It is also suggested that public service workers are over paid. Now, given that wages have stagnated for most workers in the Private sector, i’d suggest that this is the fault of the Private sector. These bastards should pay more, not attack the public sector.

The Tories ran the 2010 campaign on the idea that a rise in National Insurance was an evil ‘tax on jobs’. Today, they just killed off 50,000 jobs in 20 seconds. But, it’s the public sector, so apparently it’s okay. The massive consequences on communities and small private businesses, will become apparent very soon. The Tories will try to claim it is all Labour’s fault. It isn’t.

The public sector, furthermore, is not inflated. Public spending during the 1960s was far higher than at any time during the 00s. Wages were rising beautifully during the 1960s too.

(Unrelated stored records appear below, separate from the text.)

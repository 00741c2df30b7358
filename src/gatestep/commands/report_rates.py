"""Rates of firing against what was stepped through: current, a parameter, the scale."""

from __future__ import annotations

import re
from collections.abc import Iterable, Sequence
from pathlib import Path
from typing import TYPE_CHECKING, Any

import numpy as np

if TYPE_CHECKING:
    from ..sweepmeasures import Measured

Row = dict[str, Any]

FEWEST_RUNGS = 3
"""A ladder with fewer is a comparison of conditions."""


def in_order(labels: Iterable[str]) -> list[str]:
    """Labels as they first came, save that those which differ in numbers alone rise with them."""
    first = list(dict.fromkeys(labels))
    families = list(dict.fromkeys(_NUMBER.sub("#", label) for label in first))
    return sorted(
        first,
        key=lambda label: (
            families.index(_NUMBER.sub("#", label)),
            [float(number) for number in _NUMBER.findall(label)],
        ),
    )


_NUMBER = re.compile(r"(?<![\w.])-?\d+(?:\.\d+)?(?:e[+-]?\d+)?(?![\w.])")


def conditions_of(measured: Iterable[Measured], cells: Sequence[str]) -> list[Row]:
    """For each condition and cell, the rates at each step of current, in rising order.

    Sweeps that are not complete are left out, and those whose stimulus is no step.
    """
    found: dict[tuple[str, str], dict[float, list[float]]] = {}
    for made in measured:
        rates = found.setdefault((made.task.condition, cells[made.task.cell]), {})
        if made.task.current_pa is not None and made.complete:
            rates.setdefault(made.task.current_pa, []).append(made.firing.rate_hz)
    order = in_order(condition for condition, _ in found)
    return [
        {"condition": condition, "cell": cell, **_columns("current_pa", found[condition, cell])}
        for condition, cell in sorted(found, key=lambda pair: order.index(pair[0]))
    ]


def ladders_of(measured: Sequence[Measured], cells: Sequence[str]) -> list[Row]:
    """For each key that was stepped through, and all else that was alike, the rates."""
    kept = [m for m in measured if m.task.planned and m.complete and m.task.current_pa is not None]
    settings = [_settings(made) for made in kept]
    ladders = []
    for key in dict.fromkeys(key for one in settings for key in one if key not in _NOT_STEPPED):
        found: dict[str, dict[float, list[float]]] = {}
        for made, one in zip(kept, settings, strict=True):
            if key in one:
                rates = found.setdefault(_alike(one, key, cells), {})
                rates.setdefault(one[key], []).append(made.firing.rate_hz)
        ladders += [
            {"key": key, "at": label, **_columns("values", rates)}
            for label, rates in ((label, found[label]) for label in in_order(found))
            if len(rates) >= FEWEST_RUNGS
        ]
    return ladders


_NOT_STEPPED = ("current", "model", "cell")


def _settings(made: Measured) -> Row:
    """What a sweep was played with, by key."""
    fields = made.task.fields
    settings: Row = {"current": made.task.current_pa, "cell": made.task.cell}
    if fields.get("model"):
        settings["model"] = Path(str(fields["model"])).stem
    return {**settings, "scale": float(fields.get("scale", 1.0)), **fields.get("parameters", {})}


def _alike(one: Row, key: str, cells: Sequence[str]) -> str:
    """All but one of a sweep's settings, as a label."""
    parts = [f"{one['current']:g} pA"]
    parts += [cells[one["cell"]]] * (len(cells) > 1)
    if "model" in one:
        parts.append(one["model"])
    for name, value in one.items():
        if name not in (*_NOT_STEPPED, key) and (name, value) != ("scale", 1.0):
            parts.append(f"{name} = {value:g}")
    return ", ".join(parts)


def _columns(name: str, rates: dict[float, list[float]]) -> Row:
    """Values in rising order, the rates of all sweeps at each, and their means."""
    values = sorted(rates)
    return {
        name: values,
        "rates_hz": [rates[value] for value in values],
        "mean_hz": [float(np.mean(rates[value])) for value in values],
    }
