VERSION, CMDLINE = f"{SYSCTL}/version", "proc/cmdline"
KERNELS = [
    ({VERSION: "#1 SMP PREEMPT_DYNAMIC", "sys/kernel/realtime": "1"}, "ok", "PREEMPT_RT", None),
    ({VERSION: "#1 SMP PREEMPT_DYNAMIC"}, "weak", "PREEMPT_DYNAMIC", "preempt=full"),
    ({VERSION: "#1 SMP PREEMPT Mon"}, "weak", "PREEMPT", "PREEMPT_RT kernel"),
    (
        {VERSION: "#1 PREEMPT_DYNAMIC", CMDLINE: "quiet preempt=full"},
        "weak", "running as full", "PREEMPT_RT",
    ),
    (
        {VERSION: "#1 PREEMPT_DYNAMIC", "sys/kernel/debug/sched/preempt": "none (voluntary) full"},
        "missing", "running as voluntary", "preempt=full",
    ),
    ({VERSION: "#1 SMP Mon Jan 5"}, "missing", "no preemption", "PREEMPT_RT kernel"),
    (
        {VERSION: "#1 SMP", "etc/os-release": 'NAME="Debian"\nID=debian'},
        "missing", "no preemption", "sudo apt install linux-image-rt-",
    ),
    (
        {VERSION: "#1 SMP", "etc/os-release": 'ID_LIKE=debian\nID="ubuntu"'},
        "missing", "no preemption", "sudo pro enable realtime-kernel",
    ),
]  # fmt: skip
CPUS = [
    ("isolated CPUs", {}, {"cpus": ()}, "weak", "isolated 2-3", "[host] cpus = [3]"),
    ("isolated CPUs", {}, {"cpus": (1,)}, "weak", "isolated 2-3", "isolcpus=1 nohz_full=1"),
    (
        "isolated CPUs", {f"{CPU}/isolated": "", f"{CPU}/nohz_full": "(null)"}, {"cpus": ()},
        "missing", "isolated none, tick-free none", "isolcpus=3 nohz_full=3 rcu_nocbs=3, and",
    ),
    ("isolated CPUs", {}, {"cpus": (3, 9)}, "missing", "CPU 9 is not online", "online, 0-3"),
    (
        "isolated CPUs", {f"{CPU}/online": "0", f"{CPU}/isolated": None}, {"cpus": ()},
        "missing", "isolated none", "two or more CPUs",
    ),
    (
        "frequency governor", {f"{CPU}/cpu3/cpufreq/scaling_governor": "powersave"}, {},
        "weak", "powersave",
        f"echo performance | sudo tee /{CPU}/cpu3/cpufreq/scaling_governor",
    ),
    (
        "frequency governor", {f"{CPU}/cpu1/cpufreq/scaling_governor": "schedutil"}, {"cpus": ()},
        "weak", "performance, schedutil", "cpu0/cpufreq/scaling_governor /sys",
    ),
    (
        "frequency governor", {f"{CPU}/cpu3/cpufreq/scaling_governor": None}, {},
        "weak", "not to be seen", "performance profile",
    ),
    (
        "shared cores", {SMT: "0-1"}, {"cpus": (1,)},
        "weak", "CPU 1 with 0", f"echo 0 | sudo tee /{CPU}/cpu0/online",
    ),
    ("shared cores", {SMT: "1,2"}, {"cpus": (1,)}, "ok", "to themselves", None),
    ("shared cores", {SMT: "1,2"}, {"cpus": (1, 2)}, "weak", "CPU 1 with 2", "cpu2/online"),
    ("shared cores", {SMT: "1,7"}, {"cpus": (1,)}, "ok", "to themselves", None),
    (
        "shared cores", {SMT: "0-1"}, {"cpus": ()},
        "weak", "CPU 1 with 0", f"echo off | sudo tee /{CPU}/smt/control",
    ),
]  # fmt: skip
CURRENT, OFFERED = f"{CLOCK}/current_clocksource", f"{CLOCK}/available_clocksource"
RUNTIME = f"{SYSCTL}/sched_rt_runtime_us"
SYSTEMS = [
    ("clock source", {CURRENT: "hpet"}, {}, "missing", "hpet", f"echo tsc | sudo tee /{CURRENT}"),
    ("clock source", {CURRENT: "kvm-clock"}, {}, "weak", "kvm-clock", "echo tsc"),
    (
        "clock source", {CURRENT: "acpi_pm", OFFERED: "acpi_pm"}, {},
        "missing", "acpi_pm", "tsc=reliable",
    ),
    (
        "clock source", {"proc/cpuinfo": "flags : tsc constant_tsc"}, {},
        "weak", "stops when idle", "hold_c_states = true",
    ),
    ("clock source", {CURRENT: "arch_sys_counter"}, {}, "ok", "arch_sys_counter", None),
    ("clock source", {CURRENT: None}, {}, "weak", "unknown", "echo tsc"),
    ("real-time throttling", {RUNTIME: "-1"}, {}, "weak", "off", "sched_rt_runtime_us=950000"),
    ("real-time throttling", {RUNTIME: "1000000"}, {}, "weak", "off", "sudo sysctl -w"),
    ("real-time throttling", {RUNTIME: "0"}, {}, "missing", "0 ms of every 1000 ms", "sysctl"),
    ("real-time throttling", {RUNTIME: "10000"}, {}, "weak", "10 ms of every 1000 ms", "sysctl"),
    ("real-time throttling", {RUNTIME: None}, {}, "weak", "does not say", None),
    (
        "huge pages", {"sys/kernel/mm/transparent_hugepage/enabled": "[always] madvise never"}, {},
        "weak", "always", "echo madvise | sudo tee /sys/kernel/mm/transparent_hugepage/enabled",
    ),
    ("huge pages", {"sys/kernel/mm/transparent_hugepage/enabled": None}, {}, "ok", "none", None),
    ("machine", {"proc/cpuinfo": TSC + " hypervisor"}, {}, "weak", "virtual machine", "itself"),
    ("machine", {"run/.containerenv": ""}, {}, "weak", "container", "itself"),
    ("machine", {"proc/1/cgroup": "0::/docker/1f"}, {}, "weak", "container", "itself"),
    (
        "machine", {f"{SYSCTL}/osrelease": "5.15-Microsoft-standard", ".dockerenv": ""}, {},
        "weak", "virtual machine and container", "itself",
    ),
    ("load", {"proc/loadavg": "2.5 1 1 1/1 1"}, {}, "weak", "2.50 over", "ps -eo pid,pcpu,comm"),
    ("load", {"proc/loadavg": "4.5 1 1 1/1 1"}, {}, "missing", "on 4 CPUs", "ps -eo"),
    ("load", {"proc/loadavg": None}, {}, "weak", "not to be seen", "uptime"),
]  # fmt: skip
PERMISSIONS = [
    (
        "real-time policy", limits(priority="0"), {},
        "missing", "real-time priority limit 0", "- rtprio 50'",
    ),
    ("real-time policy", limits(priority="10"), {}, "weak", "up to 10", "[host] priority = 10"),
    ("real-time policy", {}, {"policy": "other"}, "weak", "not asked for", 'policy = "fifo"'),
    (
        "real-time policy", {**limits(priority="0"), **capabilities(23)}, {"policy": "rr"},
        "ok", "rr 50 (capability SYS_NICE)", None,
    ),
    (
        "locked memory", limits(memory="8388608"), {},
        "missing", "limited to 8192 KiB", "- memlock unlimited'",
    ),
    (
        "locked memory", {**limits(memory="8388608"), **capabilities(14)}, {},
        "ok", "capability IPC_LOCK", None,
    ),
    (
        "locked memory", {}, {"lock_memory": False},
        "weak", "no limit), not asked for", "[host] lock_memory = true",
    ),
    (
        "idle states", {"dev/cpu_dma_latency": None}, {},
        "missing", "no /dev/cpu_dma_latency", "processor.max_cstate=1",
    ),
    (
        "idle states",
        {f"{IDLE}/state0/latency": "0", f"{IDLE}/state3/latency": "133"},
        {"hold_c_states": False},
        "weak", "not asked for; the deepest takes 133 µs", "[host] hold_c_states = true",
    ),
]  # fmt: skip
CASES = [("kernel", files, {}, *rest) for files, *rest in KERNELS] + CPUS + SYSTEMS + PERMISSIONS


@pytest.mark.parametrize(("name", "files", "asked", "verdict", "found", "remedy"), CASES)
def test_each_verdict_follows_from_the_files(tmp_path, name, files, asked, verdict, found, remedy):
    """One thing differs from the good machine: verdict, what was found and remedy say so."""
    finding = look(tmp_path, files, **asked)[name]
    assert finding.verdict == verdict
    assert found in finding.found
    assert (finding.remedy is None) == (remedy is None)
    assert (remedy or "") in (finding.remedy or "")


def test_a_policy_that_was_tried_and_refused_is_missing(tmp_path):
    """What the kernel does counts, whatever capability and limit promise."""
    finding = look(tmp_path, capabilities(23), refused="Operation not permitted")
    assert finding["real-time policy"].verdict == "missing"
    assert "Operation not permitted" in finding["real-time policy"].found
    assert "sched_rt_runtime_us" in (finding["real-time policy"].remedy or "")


def test_a_device_that_may_not_be_written_is_missing(tmp_path, monkeypatch):
    """The remedy gives it to the user."""
    monkeypatch.setattr(os, "access", lambda *_: False)
    finding = look(tmp_path)["idle states"]
    assert finding.verdict == "missing"
    assert f"sudo chown {remedies.user_name()} /dev/cpu_dma_latency" in (finding.remedy or "")


def test_a_host_that_is_no_linux_says_so(tmp_path):
    """Without /proc there is one finding, and no guess."""
    (finding,) = host_findings(Host(tmp_path, HostSpec()))
    assert (finding.verdict, finding.found) == ("missing", "not Linux")


def test_no_fact_fails_on_an_empty_tree(tmp_path):
    """A kernel that shows none of the files gives findings, never an error."""
    for fact in FACTS:
        for asked in (HostSpec(), HostSpec(**GOOD_ASKED)):
            assert fact(Host(tmp_path, asked)).verdict in ("ok", "weak", "missing")


def test_this_machine_is_read_as_its_own_tools_read_it():
    """The real tree: release and CPUs as uname(2) and sysconf(3) have them."""
    found = {f.name: f for f in host_findings(Host(remedies.SYSTEM, HostSpec()))}
    assert os.uname().release in found["kernel"].found
    assert ("PREEMPT_RT" in found["kernel"].found) == ("PREEMPT_RT" in os.uname().version)
    assert len(remedies.online_cpus(remedies.SYSTEM)) == os.sysconf("SC_NPROCESSORS_ONLN")


@given(st.sets(st.integers(0, 1023)))
def test_cpu_lists_are_read_as_they_are_written(cpus):
    """A list in the kernel's form gives back its CPUs."""
    assert remedies.cpu_set(remedies.cpu_list(cpus)) == cpus


def test_cpu_lists_have_the_kernels_form():
    """Runs with a dash, commas between (cpuset(7), list format); rubbish is nothing."""
    assert remedies.cpu_list({0, 1, 2, 5, 7, 8}) == "0-2,5,7-8"
    assert remedies.cpu_set("0-2,5,7-8\n") == {0, 1, 2, 5, 7, 8}
    assert remedies.cpu_set("(null)") == remedies.cpu_set("") == remedies.cpu_set(None) == set()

3) Make sure the public believes, whether true or not, that this is the only way.
The cuts that have been made, did not have to be so severe. They are overly harsh. We are a Triple A credit Country. 80% of our debt matures in 14 years, not a couple of years. We have the 5th largest economy in the World still. And we have the 3rd largest currency reserve in the World. And a very strong currency actually. So whilst you may believe everything the Tories tell you about how awful Labour were; it suggests to me that if the Tories were in power when recession struck, they’d have offered no help, spent absolutely no extra to keep people in homes and jobs, and then most probably blamed Unions.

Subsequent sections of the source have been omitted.